Final answer:
To achieve a lookup time complexity of log n for an arbitrary integer 'm', a balanced binary search tree (BST) such as an AVL or Red-Black tree should be used, or alternatively, a binary search in a pre-sorted array. Both data structures offer the required logarithmic search time complexity.
Step-by-step explanation:
Designing a Lookup Table for Integer 'm' with Logarithmic Search Time Complexity
When designing a lookup table to achieve a search time complexity of log n, it is essential to utilize a data structure that supports logarithmic time complexity operations. The most suitable data structure for such a requirement is a balanced binary search tree (BST), such as an AVL or Red-Black tree. Alternatively, a binary search on a sorted array can also achieve logarithmic search complexity.
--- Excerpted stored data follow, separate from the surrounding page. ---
#include <gtest/gtest.h>

#include <cmath>

#include "tube_scene.h"
#include "wavefount/core/random.h"
#include "wavefount/tube/photon_transfer.h"

namespace wavefount::tube {
namespace {

struct Camera {
  const char* name;
  double gain, read_noise, offset;
  int bit_depth;
  double scale;  ///< the pixel values as stored over counts
};

class CameraNoise : public ::testing::TestWithParam<Camera> {};

/// Two frames with drift, bleaching, a moving bright blob and fixed pattern between them.
TEST_P(CameraNoise, GainWithinTenPerCent) {
  const auto& camera = GetParam();
  testing::TubeScene scene;
  scene.width = 500;
  scene.height = 260;
  scene.frames = 12;
  scene.gain = camera.gain;
  scene.read_noise = camera.read_noise;
  scene.offset = camera.offset;
  scene.bit_depth = camera.bit_depth == 32 ? 16 : camera.bit_depth;
  scene.bleaching = 0.01;
  scene.tubes = {{250, 130, 0.05, 0, 380, 110}};
  const double room = std::ldexp(1.0, scene.bit_depth) - camera.offset;
  scene.tubes[0].level = std::min(200.0, 0.35 * room);
  scene.outside = 0.1 * scene.tubes[0].level;
  for (int k = 0; k < 6; ++k)
    scene.blobs.push_back(
        {120.0 + 50 * k, 130, 9, std::min(300.0, 0.3 * room), 0, 100, k % 2 ? 1.0 : -0.6});
  for (int k = 0; k < scene.frames; ++k) scene.drift.push_back({0.7 * k, -0.4 * k});
  std::vector<NoisePoint> points;
  for (int k = 0; k + 1 < scene.frames; k += 3) {
    auto first = testing::draw_frame(scene, k);
    auto second = testing::draw_frame(scene, k + 1);
    for (const auto& image : {first, second})
      for (int i = 0; i < scene.width * scene.height; ++i)
        image->GetBufferPointer()[i] =
            static_cast<float>(image->GetBufferPointer()[i] * camera.scale);
    add_pair(*first, *second, 1e9, points);
  }
  CameraSettings given;
  given.dark_offset_counts = camera.offset * camera.scale;
  std::vector<std::string> notes;
  const auto found = estimate_camera(points, given, 1, 0, 65535, notes);
  const double gain = camera.gain / camera.scale;
  EXPECT_NEAR(found.gain_electrons_per_count, gain, 0.1 * gain);
  EXPECT_NEAR(found.read_noise_electrons, camera.read_noise, 0.25 * camera.read_noise + 0.5);
  EXPECT_TRUE(found.offset_given);
  EXPECT_FALSE(found.gain_given);
}

INSTANTIATE_TEST_SUITE_P(Cameras, CameraNoise,
                         ::testing::Values(Camera{"Scientific16", 0.5, 2, 100, 16, 1},
                                           Camera{"Fine12", 4, 6, 50, 12, 1},
                                           Camera{"Eight", 0.8, 1.5, 10, 8, 1},
                                           Camera{"Coarse", 0.15, 3, 300, 16, 1},
                                           Camera{"Float", 0.5, 2, 100, 32, 1.0 / 4096}),
                         [](const auto& one) { return std::string(one.param.name); });

TEST(CameraNoise, SidecarWins) {
  std::vector<NoisePoint> points;
  for (int k = 0; k < 100; ++k) points.push_back({100.0 + k, 10 + 2.0 * k});
  CameraSettings given{1.5, 3.0, 20.0};
  std::vector<std::string> notes;
  const auto found = estimate_camera(points, given, 4, 0, 65535, notes);
  EXPECT_EQ(found.gain_electrons_per_count, 1.5);
  EXPECT_EQ(found.read_noise_electrons, 6);  // of four planes together
  EXPECT_EQ(found.dark_offset_counts, 80);
  EXPECT_TRUE(found.gain_given);
}

TEST(CameraNoise, EvenFilmSaysSo) {
  std::vector<NoisePoint> points;
  RandomStream random(3);
  for (int k = 0; k < 500; ++k)
    points.push_back({200 + 0.1 * random.normal(), 50 + 8 * random.normal()});
  std::vector<std::string> notes;
  CameraSettings given;
  given.dark_offset_counts = 100;
  const auto found = estimate_camera(points, given, 1, 150, 65535, notes);
  EXPECT_NEAR(found.gain_electrons_per_count, 2, 0.2);
  ASSERT_EQ(notes.size(), 1U);
}

TEST(Saturation, PileUpBelowTheBitDepthIsFound) {
  auto image = make_image(100, 100);
  RandomStream random(8);
  for (int i = 0; i < 10000; ++i)
    image->GetBufferPointer()[i] =
        static_cast<float>(std::min(4095.0, std::round(3000 + 700 * random.normal())));
  SaturationFinder twelve_in_sixteen(16);
  twelve_in_sixteen.add(*image);
  EXPECT_EQ(twelve_in_sixteen.saturation(), 4095);
  for (int i = 0; i < 10000; ++i) image->GetBufferPointer()[i] = static_cast<float>(i % 20);
  SaturationFinder dim(16);
  dim.add(*image);
  EXPECT_EQ(dim.saturation(), 65535);
  image->FillBuffer(255);
  SaturationFinder constant(8);
  constant.add(*image);
  EXPECT_EQ(constant.saturation(), 255);
}

}  // namespace
}  // namespace wavefount::tube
For a balanced BST, each insertion, deletion, and lookup operation has an average time complexity of O(log n). To create such a table for an arbitrary integer number 'm', one would first need to insert 'm' into the BST if it is not already present. Once the BST is constructed, searching for any integer will result in a search time of O(log n). If the integers are not known in advance or if dynamic insertion and deletion are required, a self-balancing BST is the best choice.
A binary search algorithm can be used in a sorted array to find an integer 'm'. The algorithm compares 'm' with the middle element of the array; if they are not equal, it divides the search interval in half and recursively proceeds to search the half in which 'm' could reside. This approach will also provide a O(log n) search time complexity, assuming that the array is sorted ahead of time.